Artificial intelligence to improve clinical coding practice in Scandinavia: a crossover randomized controlled trial

Chomutare, Taridzo, Svenning, Therese Olsen, Hernández, Miguel Ángel Tejedor, Ngo, Phuong Dinh, Budrionis, Andrius, Markljung, Kaisa, Hind, Lill Irene, Torsvik, Torbjørn, Mikalsen, Karl Øyvind, Babic, Aleksandar, Dalianis, Hercules

arXiv.org Artificial Intelligence 

International Statistical Classification of Diseases and Related Health Problems codes, tenth revision (ICD-10) [1] play an important role in healthcare. All hospitals in Scandinavia record their activity by summarizing patient encounters into ICD-10 codes. Clinical coding directly affects how health institutions function on a daily basis because they are partially reimbursed based on the codes they report.

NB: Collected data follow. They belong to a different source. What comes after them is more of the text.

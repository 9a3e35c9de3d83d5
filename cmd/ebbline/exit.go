package main

import (
	"context"
	"errors"
	"fmt"
	"strings"

	"ebbline/pva"
	"ebbline/pva/casefile"
)

// The exit statuses, the same for every command.
const (
	statusDone       = 0
	statusFailed     = 1 // the run failed: disk full, interrupted, a bug
	statusBadInput   = 2 // a case or a command line that cannot be run; nothing was written
	statusAboveLimit = 3 // done, and the answer is "above the limit", with --fail-above-limit
	statusDisagrees  = 4 // rerun disagrees with the report
)

const statusHelp = `Exit status: 0 done; 1 the run failed (disk full, interrupted); 2 bad input or
usage, nothing written; 3 done and above the limit (assess --fail-above-limit);
4 rerun disagrees.`

// badInput is an error of the person's input: exit status 2.
type badInput struct{ err error }

func (b badInput) Error() string { return b.err.Error() }
func (b badInput) Unwrap() error { return b.err }

func badInputf(format string, args ...any) error { return badInput{fmt.Errorf(format, args...)} }

// errAboveLimit is no failure: it carries exit status 3 past the commands.
var errAboveLimit = errors.New("above the limit")

// status prints an error once and turns it into an exit status.
func (a *app) status(err error) int {
	if err == nil && a.unsaid != nil {
		err = fmt.Errorf("the answer could not be printed: %w", a.unsaid)
	}
	if err == nil {
		return statusDone
	}
	var faults casefile.Errors
	var bad badInput
	var raw pva.Faults
	switch {
	case errors.Is(err, errAboveLimit):
		return statusAboveLimit
	case errors.Is(err, errDisagrees):
		return statusDisagrees
	case errors.As(err, &faults):
		fmt.Fprintln(a.errs, strings.TrimRight(faults.Error(), "\n"))
		return statusBadInput
	case errors.As(err, &bad), errors.As(err, &raw):
		fmt.Fprintln(a.errs, "ebbline: "+err.Error())
		return statusBadInput
	case errors.Is(err, context.Canceled):
		fmt.Fprintln(a.errs, "ebbline: interrupted")
		return statusFailed
	case isUsage(err):
		fmt.Fprintln(a.errs, "ebbline: "+err.Error()+"\nSee `ebbline help`.")
		return statusBadInput
	}
	fmt.Fprintln(a.errs, "ebbline: "+err.Error())
	return statusFailed
}

// isUsage tells the command library's own errors, which come as plain text and
// only before a command has begun.
func isUsage(err error) bool {
	for _, start := range []string{"unknown command", "unknown flag", "unknown shorthand flag", "flag needs an argument", "invalid argument", "accepts ", "requires ", "bad flag syntax"} {
		if strings.HasPrefix(err.Error(), start) {
			return true
		}
	}
	return false
}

The same codes are used to measure both volume and quality of care, thereby providing an important foundation of knowledge for decision makers at all levels in the healthcare service. Clinical coding is a highly complex and challenging task that requires a deep understanding of both the medical terminology and intricate clinical documentation. Coders must accurately translate detailed patient records into standardized codes, navigating the inherently complex medical language, which make this task prone to errors and inconsistencies.